---------- WORKING DATA ----------

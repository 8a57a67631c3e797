package cascade

import (
	"testing"

	"pgregory.net/rapid"

	"kilovet/hv/chance"
	"kilovet/hv/quantity"
)

// What is said of nodes, capacitors and output must be one state.
func TestNodesAreSumsOfCapacitors(t *testing.T) {
	chance.Check(t, func(t *rapid.T) {
		c := anyCascade(t)
		s := c.climb(anyLoad(t, c))
		var smoothing, coupling quantity.Voltage
		for k := range s.Smoothing {
			smoothing += s.Smoothing[k].Mean
			coupling += s.Coupling[k].Mean
			same(t, s.Nodes[k].Mean, smoothing, s.NoLoad)
			same(t, s.CouplingDC[k], coupling, s.NoLoad)
			ordered(t, s.Smoothing[k])
			ordered(t, s.Coupling[k])
			ordered(t, s.Nodes[k])
		}
		same(t, s.Output.Mean, smoothing, s.NoLoad)
		same(t, s.Output.Maximum-s.Output.Minimum, s.Ripple.PeakToPeak(), s.NoLoad)
	})
}

func ordered(t *rapid.T, s Swing) {
	t.Helper()
	if s.Minimum > s.Mean || s.Mean > s.Maximum {
		t.Errorf("minimum %g, mean %g, maximum %g", s.Minimum, s.Mean, s.Maximum)
	}
}

// The column's own movement and the swings across its capacitors are one.
func TestColumnIsTheSumOfCouplingSwings(t *testing.T) {
	for _, kind := range kinds {
		c := unit(4)
		c.Symmetrical, c.Square = kind.symmetrical, kind.square
		s := c.climb(1)
		var high, low, mean quantity.Voltage
		for _, swing := range s.Coupling {
			high, low, mean = high+swing.Maximum, low+swing.Minimum, mean+swing.Mean
		}
		near(t, kind.name+": peak to peak", float64(s.Column.PeakToPeak()), float64(high-low), 1e-9)
		near(t, kind.name+": before the positive pulse", float64(s.Column.At(0.75)), float64(high-mean), 1e-9)
		near(t, kind.name+": before the negative pulse", float64(s.Column.At(0.5-1e-12)), float64(low-mean), 1e-9)
		near(t, kind.name+": closed", float64(s.Column.Rise), float64(s.Column.First+s.Column.Fall+s.Column.Second), 1e-9)
	}
}

// Upper capacitors of a loaded cascade carry less than lower ones, never more than
// twice the peak; no diode is reversed by more than that either.
func TestStressFallsUpwards(t *testing.T) {
	chance.Check(t, func(t *rapid.T) {
		c := anyCascade(t)
		s := c.climb(anyLoad(t, c))
		for k := range s.Smoothing {
			if s.Smoothing[k].Maximum > 2*c.Peak || s.DiodeReverse[2*k] > 2*c.Peak || s.DiodeReverse[2*k+1] > s.DiodeReverse[2*k]*(1+1e-12) {
				t.Errorf("stage %d: %+v, reverse %v", k+1, s.Smoothing[k], s.DiodeReverse[2*k:2*k+2])
			}
			if k > 0 && s.Smoothing[k].Maximum > s.Smoothing[k-1].Maximum {
				t.Errorf("stage %d carries more than the one below", k+1)
			}
		}
	})
}

// Equal capacitors in one list or two, of one value or a hair apart, are one cascade.
func TestListedCapacitorsAgainstEqual(t *testing.T) {
	c := Cascade{Peak: 3000, Frequency: 3e4}.WithEqual(5, 1e-9)
	listed := c
	listed.Smoothing = []quantity.Capacitance{1e-9, 1e-9 * (1 + 1e-12), 1e-9, 1e-9, 1e-9}
	a, b := c.climb(1e-4), listed.climb(1e-4)
	near(t, "drop", float64(a.Drop()), float64(b.Drop()), 1e-9)
	listed.Square = true
	if _, err := listed.Loaded(1e-4); err != nil {
		t.Errorf("a hair apart is still equal: %v", err)
	}
}

// Twice the frequency in the half-wave formulas is not the symmetrical cascade: its
// drop tends to half, its ripple to n times.
func TestSymmetricalIsNotHalfWaveAtTwiceTheFrequency(t *testing.T) {
	for _, n := range []int{3, 6, 12} {
		c := unit(n)
		c.Frequency = 2
		wrong := c.climb(1)
		c.Frequency, c.Symmetrical = 1, true
		right := c.climb(1)
		if ratio := wrong.Drop() / right.Drop(); ratio < 1.5 || ratio > 2 {
			t.Errorf("%d stages: the wrong drop is %g of the right one", n, ratio)
		}
		near(t, "ripple", float64(wrong.Ripple.PeakToPeak()/right.Ripple.PeakToPeak()), float64(n+1)/2, 1e-9)
	}
}

func TestEnergy(t *testing.T) {
	c := Cascade{Peak: 1000, Frequency: 1e4}.WithEqual(6, 1e-9)
	e, err := c.StoredEnergy()
	if err != nil {
		t.Fatal(err)
	}
	near(t, "half-wave: C peak² (4N − 3/2)", float64(e), 1e-9*1e6*(24-1.5), 1e-12)
	c.Symmetrical = true
	e, _ = c.StoredEnergy()
	near(t, "symmetrical: a second coupling column", float64(e), 1e-9*1e6*(24-1.5+.5+5*2), 1e-12)
}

----------

How many of the listing's lines include "apart"? State only that number.

_SOLUTION_.
2